These findings are consistent worldwide.
5.2 Human Error, Poor Clinical Judgement &
5.2.1 There is strong circumstantial evidence
that clinicians have been trained to believe that error should
not occur rather than to recognize that all humans make mistakes
and need skills to manage and avoid them. In the NHS error is
still viewed as weakness and poor performance (Bromiley, 2008).
It is illustrated by major under-reporting of adverse events (NAO
2005). Such a culture fosters denial and is the hallmark of hierarchy
in the workplace. No major safety-critical industry would accept
this at a strategic or operational level. The Civil Aviation Authority
states "human error is inevitablewhat is important
is to ensure that (this) does not result in adverse events such
as|accidents"; "specific training should concentrate
particularly on "error detection". (CAA CAP737 2006).

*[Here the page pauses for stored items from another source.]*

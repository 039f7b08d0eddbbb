import 'server-only';
import { asc, count, eq, isNull, and, gt } from 'drizzle-orm';
import type { Db, DbOrTx } from '@/db/client';
import { invitation, organisation, session, user, type OrganisationKind } from '@/db/schema';
import type { Actor } from '@/lib/auth/actor';
import { assertCan } from '@/lib/auth/session';
import { recordAudit } from '@/lib/audit/record';
import { AppError } from '@/lib/errors';

export async function listOrganisations(db: DbOrTx, actor: Actor) {
  assertCan(actor, 'organisation', 'read');
  const members = db.select({ organisationId: user.organisationId, members: count().as('members') }).from(user).groupBy(user.organisationId).as('members');
  return db
    .select({ id: organisation.id, name: organisation.name, kind: organisation.kind, contactEmail: organisation.contactEmail, createdAt: organisation.createdAt, members: members.members })
    .from(organisation)
    .leftJoin(members, eq(members.organisationId, organisation.id))
    .orderBy(asc(organisation.kind), asc(organisation.name));
}

export async function addOrganisation(db: Db, actor: Actor, input: { name: string; kind: OrganisationKind; contactEmail?: string }) {
  assertCan(actor, 'organisation', 'manage');
  const [existing] = await db.select({ id: organisation.id }).from(organisation).where(eq(organisation.name, input.name));
  if (existing) throw new AppError('conflict', 'An organisation with that name exists.', { fieldErrors: { name: ['This name is taken.'] } });
  return db.transaction(async (tx) => {
    const [row] = await tx.insert(organisation).values(input).returning();
    await recordAudit(tx, { actorUserId: actor.userId, actorOrganisationId: actor.organisationId }, { action: 'organisation.created', objectType: 'organisation', objectId: row.id, change: { name: row.name, kind: row.kind } });
    return row;
  });
}

/** People and their organisations, without any credential or session secret. */
export async function listPeople(db: DbOrTx, actor: Actor) {
  assertCan(actor, 'invitation', 'create');
  return db
    .select({ id: user.id, name: user.name, email: user.email, role: user.role, banned: user.banned, organisationName: organisation.name, createdAt: user.createdAt })
    .from(user)
    .innerJoin(organisation, eq(organisation.id, user.organisationId))
    .orderBy(asc(organisation.name), asc(user.name));
}

export async function adminCounts(db: DbOrTx, actor: Actor) {
  assertCan(actor, 'organisation', 'read');
  const now = new Date();
  const [[orgs], [people], [invites], [sessions]] = await Promise.all([
    db.select({ n: count() }).from(organisation),
    db.select({ n: count() }).from(user),
    db.select({ n: count() }).from(invitation).where(and(isNull(invitation.acceptedAt), isNull(invitation.revokedAt), gt(invitation.expiresAt, now))),
    db.select({ n: count() }).from(session).where(gt(session.expiresAt, now)),
  ]);
  return { organisations: orgs.n, people: people.n, openInvitations: invites.n, activeSessions: sessions.n };
}
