import 'server-only';
import { and, eq, sql } from 'drizzle-orm';
import type { DbOrTx } from '@/db/client';
import { auditEvent, decision, disputeCase } from '@/db/schema';
import { recordSha256 } from '@/lib/decision/record';
import { verifyRecordSignature } from '@/lib/decision/signature';
import { signingKey, verificationKey } from '@/lib/decision/signing-key';
import { rebuildSealedRecord } from './decision-record';

export type DecisionVerification = {
  decisionId: string;
  caseId: string;
  caseNumber: string;
  signedAt: Date;
  /** Whether another decision of the case supersedes this one. */
  supersededBy: { id: string; signedAt: Date } | null;
  storedSha256: string | null;
  recomputedSha256: string;
  hashMatches: boolean;
  signingKeyId: string | null;
  keyIsCurrent: boolean;
  signatureValid: boolean;
  ok: boolean;
  problems: string[];
};

/**
 * Rebuilds a decision's sealed record from the database as it is now, hashes it, and checks the hash
 * against the one sealed and the signature against the server's public key. The core of
 * `npm run verify:decision` and of the public verification page. Unscoped: callers say nothing of the
 * record beyond what they have a right to.
 */
export async function verifySealedDecision(db: DbOrTx, decisionId: string): Promise<DecisionVerification | null> {
  const [row] = await db.select().from(decision).where(eq(decision.id, decisionId));
  if (!row) return null;
  const [[caseRow], [successor]] = await Promise.all([
    db.select({ number: disputeCase.number }).from(disputeCase).where(eq(disputeCase.id, row.caseId)),
    db.select({ id: decision.id, signedAt: decision.signedAt }).from(decision).where(eq(decision.supersedesId, row.id)),
  ]);
  const recomputed = recordSha256(await rebuildSealedRecord(db, row));
  const key = signingKey();
  const problems: string[] = [];
  const hashMatches = row.recordSha256 !== null && recomputed === row.recordSha256;
  if (!row.recordSha256) problems.push('the decision was never sealed');
  else if (!hashMatches) problems.push('the record in the database no longer has the sealed hash: something was changed after sealing');
  const keyIsCurrent = row.signingKeyId === key.keyId;
  // A decision sealed before a key rotation verifies with the retired key it names.
  const verifier = row.signingKeyId ? verificationKey(key, row.signingKeyId) : null;
  if (row.signingKeyId && !verifier) problems.push(`it was signed with key ${row.signingKeyId}, which is neither the server's current key ${key.keyId} nor one of its retired keys`);
  const signatureValid = !!row.recordSha256 && !!row.recordSignature && !!verifier && verifyRecordSignature(verifier.publicKey, row.recordSha256, row.recordSignature);
  if (row.recordSha256 && verifier && !signatureValid) problems.push('the signature does not verify with the public key');
  return {
    decisionId: row.id,
    caseId: row.caseId,
    caseNumber: caseRow?.number ?? 'unknown case',
    signedAt: row.signedAt,
    supersededBy: successor ?? null,
    storedSha256: row.recordSha256,
    recomputedSha256: recomputed,
    hashMatches,
    signingKeyId: row.signingKeyId,
    keyIsCurrent,
    signatureValid,
    ok: hashMatches && signatureValid,
    problems,
  };
}

/** What the public page may say to anyone: enough to match a letter in hand, nothing of its contents. */
export type PublicVerification =
  | { found: false }
  | {
      found: true;
      matchedBy: 'record' | 'letter';
      caseNumber: string;
      signedAt: string;
      recordSha256: string;
      intact: boolean;
      signatureValid: boolean;
      superseded: { signedAt: string } | null;
    };

/**
 * The public check: a record hash as printed on a letter, or the SHA-256 of a letter file. A letter
 * file is recognised only as it was issued (each issued file's hash is in the audit chain); either
 * way the record is rebuilt and checked against its seal, so a record altered after sealing fails.
 */
export async function publicVerification(db: DbOrTx, query: { recordSha256?: string; letterSha256?: string }): Promise<PublicVerification> {
  let decisionId: string | null = null;
  let matchedBy: 'record' | 'letter' = 'record';
  if (query.recordSha256) {
    const [row] = await db.select({ id: decision.id }).from(decision).where(eq(decision.recordSha256, query.recordSha256));
    decisionId = row?.id ?? null;
  } else if (query.letterSha256) {
    const [row] = await db
      .select({ id: auditEvent.objectId })
      .from(auditEvent)
      .where(and(eq(auditEvent.action, 'decision.letter_issued'), sql`${auditEvent.change}->>'letterSha256' = ${query.letterSha256}`))
      .limit(1);
    decisionId = row?.id ?? null;
    matchedBy = 'letter';
  }
  if (!decisionId) return { found: false };
  const check = await verifySealedDecision(db, decisionId);
  if (!check || !check.storedSha256) return { found: false };
  return {
    found: true,
    matchedBy,
    caseNumber: check.caseNumber,
    signedAt: check.signedAt.toISOString(),
    recordSha256: check.storedSha256,
    intact: check.hashMatches,
    signatureValid: check.signatureValid,
    superseded: check.supersededBy ? { signedAt: check.supersededBy.signedAt.toISOString() } : null,
  };
}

5.2.2 Studies of surgical adverse events
reveal a large number of causal factors embedded within a highly
complex system (Vincent, Moorthy, Sarker, Chang, & Darzi,
2004). There is an interplay of organisational, cultural and team
factors that constantly threaten safety. These factors, often
referred to as the "system" are critical to performance,
but all systems are operated by people. Improvement therefore
depends on educating and empowering them. With help they will
know how to make their own work safer. The nuclear and aviation
industry act as clear and successful examples. The same approach
is required in surgery (Giddings and Williamson 2007).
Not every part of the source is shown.